今日はとことん食べてやる。俺の悪事に向けて。
その夜。日頃の疲れが溜まっていたこともあり、俺は久しぶりにぐっすり眠ることが出来た。
朝に起きるはずが、気づけば昼前。
「やべ。寝過ごした」
「アクト様。起きられましたか?」
目を覚ますとレミリアが横にいた。
「人質か。悪いな。支度していくか」
「まだ寝ていて構いませんよ。実はラスカちゃんが熱を出しちゃって今日は出られそうに無いです」
「熱? 大丈夫なのか?」
「はい。今はぐっすり眠っていますのでしばらくすれば元気になると思いますよ」
「そうか。ならもう少し寝かせてくれ。まだ疲れが取れていない」
「はい。おやすみなさい」
レミリアは俺の傍から離れようとしない。
頭を撫でてくるが、気が散ってなかなか眠れなかったが、寝たふりを続けた。
その翌日。俺の旅立ちの日を迎える。
いつか名前の通りの王国になって発展していくことを強く願いつつ、俺はこの街から旅立つことになる。
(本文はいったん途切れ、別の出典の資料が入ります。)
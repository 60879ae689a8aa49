import type { ReactNode } from 'react';
import type { MapData } from '../../shared/contracts/output';

export type Theme = 'bench' | 'projector';

/** One hue a meaning; always doubled by a label or a shape. */
export type Tone = 'signal' | 'idler' | 'pair' | 'accidental' | 'warn' | 'fail';

/** A position in axis units. */
export interface PlotPoint {
  x: number;
  y: number;
}

/** A rectangle in axis units, x0 <= x1 and y0 <= y1, edges included. */
export interface PlotRegion {
  x0: number;
  y0: number;
  x1: number;
  y1: number;
}

export interface RegionMark {
  label: string;
  region: PlotRegion;
  tone: Tone;
}

export interface RegionTool {
  /** Said in the read-out while drawing, e.g. "bright region". */
  label: string;
  onRegion(region: PlotRegion): void;
}

export interface HeatMapProps {
  map: MapData;
  theme: Theme;
  /** Pixels; without it the map fills its box. */
  height?: number;
  /** Caption; the map's label when left out, none when null. */
  title?: string | null;
  /** What kind of numbers these are, at the right of the caption, e.g. "pairs · accidentals subtracted". */
  note?: ReactNode;
  /** Given (even null): the parent links the cursor. Left out: the map keeps its own. */
  crosshair?: PlotPoint | null;
  onCrosshair?(point: PlotPoint | null): void;
  onPick?(ix: number, iy: number): void;
  tool?: RegionTool | null;
  regions?: readonly RegionMark[];
  logScale?: boolean;
  /** Fixed ends of the colour scale; values outside are clipped and the colour bar says so. */
  range?: readonly [number, number];
}

export interface Brush {
  lo: number;
  hi: number;
  centre: number;
  onChange(lo: number, hi: number): void;
  /** What is brushed, for the handles' names; "window" when left out. */
  label?: string;
}

export interface Band {
  lo: number;
  hi: number;
  tone: Tone;
  label: string;
}

export interface LinePlotProps {
  map: MapData;
  /** Pixels; without it the plot fills its box. */
  height?: number;
  title?: string | null;
  note?: ReactNode;
  style: 'steps' | 'points' | 'line';
  showModel?: boolean;
  showResiduals?: boolean;
  brush?: Brush;
  bands?: readonly Band[];
  marks?: readonly { at: number; label: string }[];
  tone: Exclude<Tone, 'warn' | 'fail'>;
  logY?: boolean;
  /** Linked cursor on the axis, as for the maps. */
  cursor?: number | null;
  onCursor?(at: number | null): void;
}

export interface RulerEntry {
  label: 'raw' | 'accidentals subtracted';
  value: number;
  sigma: number | null;
  interval: readonly [number, number];
  unit: string;
}

export interface BoundRulerProps {
  entries: readonly RulerEntry[];
  bounds: readonly { name: string; value: number; unit: string }[];
  sentence: string;
  title?: string | null;
  /** Second, dimmer sentence: the assumptions. */
  assumption?: string;
  /** Side of the bound that breaks it; shaded up to the strictest bound. */
  side?: 'below' | 'above';
}

export interface RateStripProps {
  /** One line a series, in this order from the top; each on its own scale from zero. */
  series: readonly { tone: Tone; label: string; values: ArrayLike<number> }[];
  /** Text alternative, e.g. "Rates over 600 s: signal 41.2 k/s, idler 38.0 k/s". */
  label: string;
  height?: number;
}
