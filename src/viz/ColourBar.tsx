import { displayUnit } from '../lib/format-number';
import { type ColourScale, colourTicks } from './colour-scale';
import type { PlotRect } from './PlotAxes';
import type { Palette } from './palettes';

export interface ColourBarProps {
  scale: ColourScale;
  palette: Palette;
  /** Of the map: the bar stands right of it, as tall. */
  rect: PlotRect;
  em: number;
  unit: string;
}

/** Enough slices to look continuous, few enough to be cheap. */
const SLICES = 64;

export function ColourBar({ scale, palette, rect, em, unit }: ColourBarProps) {
  const x = rect.left + rect.width + em * 1.1;
  const width = Math.round(em * 0.75);
  const slice = rect.height / SLICES;
  const ticks = colourTicks(scale, Math.max(2, Math.min(6, Math.floor(rect.height / (em * 4)))));
  const right = x + width;
  return (
    <g data-colour-bar="">
      {Array.from({ length: SLICES }, (_, i) => (
        <rect
          // biome-ignore lint/suspicious/noArrayIndexKey: the slices never change places
          key={i}
          x={x}
          y={rect.top + rect.height - (i + 1) * slice}
          width={width}
          height={slice + 0.5}
          fill={palette.css[Math.round((i / (SLICES - 1)) * (palette.css.length - 1))]}
          shapeRendering="crispEdges"
        />
      ))}
      <rect
        x={x}
        y={rect.top}
        width={width}
        height={rect.height}
        fill="none"
        stroke="var(--color-strong)"
        strokeWidth="var(--plot-hair)"
      />
      {ticks.map(({ share, label }) => {
        const y = rect.top + rect.height * (1 - share);
        return (
          <g key={`${label}-${share}`}>
            <line
              x1={right}
              x2={right + 3}
              y1={y}
              y2={y}
              stroke="var(--color-dim)"
              strokeWidth="var(--plot-hair)"
            />
            <text x={right + em * 0.55} y={y + em * 0.34} fill="var(--color-dim)">
              {label}
            </text>
          </g>
        );
      })}
      <Clipped show={scale.clipsHigh} x={x} width={width} y={rect.top - 1} up />
      <Clipped show={scale.clipsLow} x={x} width={width} y={rect.top + rect.height + 1} up={false} />
      <text x={right + em * 0.55} y={rect.top + rect.height + em * 1.6} fill="var(--color-dim)">
        {displayUnit(unit)}
        {scale.log ? ' log' : ''}
      </text>
    </g>
  );
}

/** A pointed end: data go on beyond the scale. */
function Clipped({
  show,
  x,
  width,
  y,
  up,
}: {
  show: boolean;
  x: number;
  width: number;
  y: number;
  up: boolean;
}) {
  if (!show) return null;
  const tip = up ? y - width * 0.7 : y + width * 0.7;
  return (
    <path d={`M${x} ${y}H${x + width}L${x + width / 2} ${tip}Z`} fill="var(--color-warn)">
      <title>
        {up ? 'Values above the scale are drawn at its top' : 'Values below the scale are drawn at its foot'}
      </title>
    </path>
  );
}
「アクトレータ殿。もう出られるんですか? もう少しゆっくりしていけば良いのに」
「あぁ。だが、俺の目標はここでは留まらない。もっとでっかく俺の名前を多くの連中に切り刻みたいから」
「そうですか。頑張って下さい。我々も名前に恥じぬように発展していきます」
「この街を頼んだぞ。俺がまた戻ってきた時は大きくなっていることを願うよ」
「ありがたきお言葉。アクトレータ殿。いってらっしゃいませ」
「いってらっしゃいませ」
村人総出で俺を見送った。
またいつかここに戻ってくる時は俺も悪党として大きくなってやる。
そう心に刻んで街を後にした。
「アクト親分。次はどこにいくんですか?」
「そうだな。弟子! 次の行き先はどこがいい?」
「は、はい。えっと、次はここがいいかと」
マップを確認するとここから北に向かった街である。
「ここは?」
「勇者がランクアップを図る為に行くと言われている街です」
「勇者か。それは興味深い。よし。そこに行こう」
「「「はい」」」
弟子のラスカ。人質のレミリア。子分のニグルの三人を連れて俺の悪党としての冒険が加速しようとしていた。